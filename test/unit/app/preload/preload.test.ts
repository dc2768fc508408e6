// Preload with electron mocked: only named functions reach the page, each on its own channel;
// ipcRenderer itself is never exposed; rejected calls keep the main process's "[code]".
import { describe, expect, it, vi } from 'vitest';

const h = vi.hoisted(() => ({
  exposed: [] as [string, Record<string, unknown>][],
  invoke: vi.fn(async (..._a: unknown[]): Promise<unknown> => null),
  listeners: new Map<string, ((...a: unknown[]) => void)[]>(),
}));

vi.mock('electron', () => ({
  contextBridge: { exposeInMainWorld: vi.fn((k: string, v: Record<string, unknown>) => h.exposed.push([k, v])) },
  ipcRenderer: {
    invoke: h.invoke,
    on: vi.fn((c: string, fn: (...a: unknown[]) => void) => h.listeners.set(c, [...(h.listeners.get(c) ?? []), fn])),
    removeListener: vi.fn((c: string, fn: (...a: unknown[]) => void) => h.listeners.set(c, (h.listeners.get(c) ?? []).filter((f) => f !== fn))),
  },
}));

import '../../../../app/preload/preload';
import { cleanRemoteMessage } from '../../../../app/preload/preload';
import { IPC, ipcProblemCode, type DipweaveDesktopApi, type MenuCommand } from '../../../../app/shared/ipc';

const names = ['openFileDialog', 'listSamples', 'openSample', 'readRange', 'closeFile', 'recentFiles', 'openRecent', 'saveDialog', 'writeChunk', 'finishSave', 'abortSave', 'onMenuCommand'];

describe('preload', () => {
  it('exposes exactly one object, window.dipweave, of named functions', () => {
    expect(h.exposed.length).toBe(1);
    const [key, api] = h.exposed[0];
    expect(key).toBe('dipweave');
    expect(Object.keys(api).sort()).toEqual([...names].sort());
    for (const n of names) expect(typeof api[n]).toBe('function');
    for (const forbidden of ['invoke', 'send', 'on', 'ipcRenderer', 'require']) expect(api[forbidden]).toBeUndefined();
  });

  it('routes each call to its own channel with its arguments', async () => {
    const api = h.exposed[0][1] as unknown as DipweaveDesktopApi;
    const bytes = Uint8Array.of(1, 2);
    await api.readRange('f1', 3600, 240);
    await api.saveDialog('line.sgy', 'segy');
    await api.writeChunk('s1', bytes);
    await api.openSample('grv07-gap.sgy');
    expect(h.invoke.mock.calls).toEqual([
      [IPC.readRange, 'f1', 3600, 240],
      [IPC.saveDialog, 'line.sgy', 'segy'],
      [IPC.writeChunk, 's1', bytes],
      [IPC.openSample, 'grv07-gap.sgy'],
    ]);
  });

  it('rejects with the problem text and code, without Electron\'s prefix', async () => {
    const api = h.exposed[0][1] as unknown as DipweaveDesktopApi;
    h.invoke.mockRejectedValueOnce(new Error("Error invoking remote method 'dipweave:read-range': InputFileError: offsetBytes: refused. [input.bad-argument]"));
    const err = await api.readRange('f1', -1, 1).catch((e: unknown) => e);
    expect((err as Error).message).toBe('offsetBytes: refused. [input.bad-argument]');
    expect(ipcProblemCode(err)).toBe('input.bad-argument');
    expect(cleanRemoteMessage('plain')).toBe('plain');
    expect(ipcProblemCode(new Error('no code here'))).toBeNull();
  });

  it('relays menu commands and unsubscribes', () => {
    const api = h.exposed[0][1] as unknown as DipweaveDesktopApi;
    const got: MenuCommand[] = [];
    const off = api.onMenuCommand((c) => got.push(c));
    for (const fn of h.listeners.get(IPC.menuCommand) ?? []) fn({ senderId: 0 }, { type: 'open-demo' });
    off();
    for (const fn of h.listeners.get(IPC.menuCommand) ?? []) fn({ senderId: 0 }, { type: 'open' });
    expect(got).toEqual([{ type: 'open-demo' }]);
    expect(() => api.onMenuCommand('x' as never)).toThrow(TypeError);
  });
});

describe('preload bundle', () => {
  it('bundles to one CommonJS file whose only require is electron (a sandboxed preload cannot require more)', async () => {
    // Same options as scripts/build-node.mjs (stack.md §3: sandboxed preloads must be a single file).
    const { build } = await import('esbuild');
    const r = await build({
      entryPoints: [new URL('../../../../app/preload/preload.ts', import.meta.url).pathname],
      bundle: true, platform: 'node', format: 'cjs', target: 'node20', external: ['electron'], write: false, logLevel: 'silent',
    });
    expect(r.outputFiles.length).toBe(1);
    const requires = [...r.outputFiles[0].text.matchAll(/require\(["']([^"']+)["']\)/g)].map((m) => m[1]);
    expect(new Set(requires)).toEqual(new Set(['electron']));
  });
});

.....

◆ TASK DESCRIPTION ◆
Beginning at the line above with "describe('preload', () =>" and finishing at the line with "for (const n", return each line exactly and return nothing else.

◆ SOLUTION FOR THIS EXERCISE ◆
describe('preload', () => {
  it('exposes exactly one object, window.dipweave, of named functions', () => {
    expect(h.exposed.length).toBe(1);
    const [key, api] = h.exposed[0];
    expect(key).toBe('dipweave');
    expect(Object.keys(api).sort()).toEqual([...names].sort());
    for (const n of names) expect(typeof api[n]).toBe('function');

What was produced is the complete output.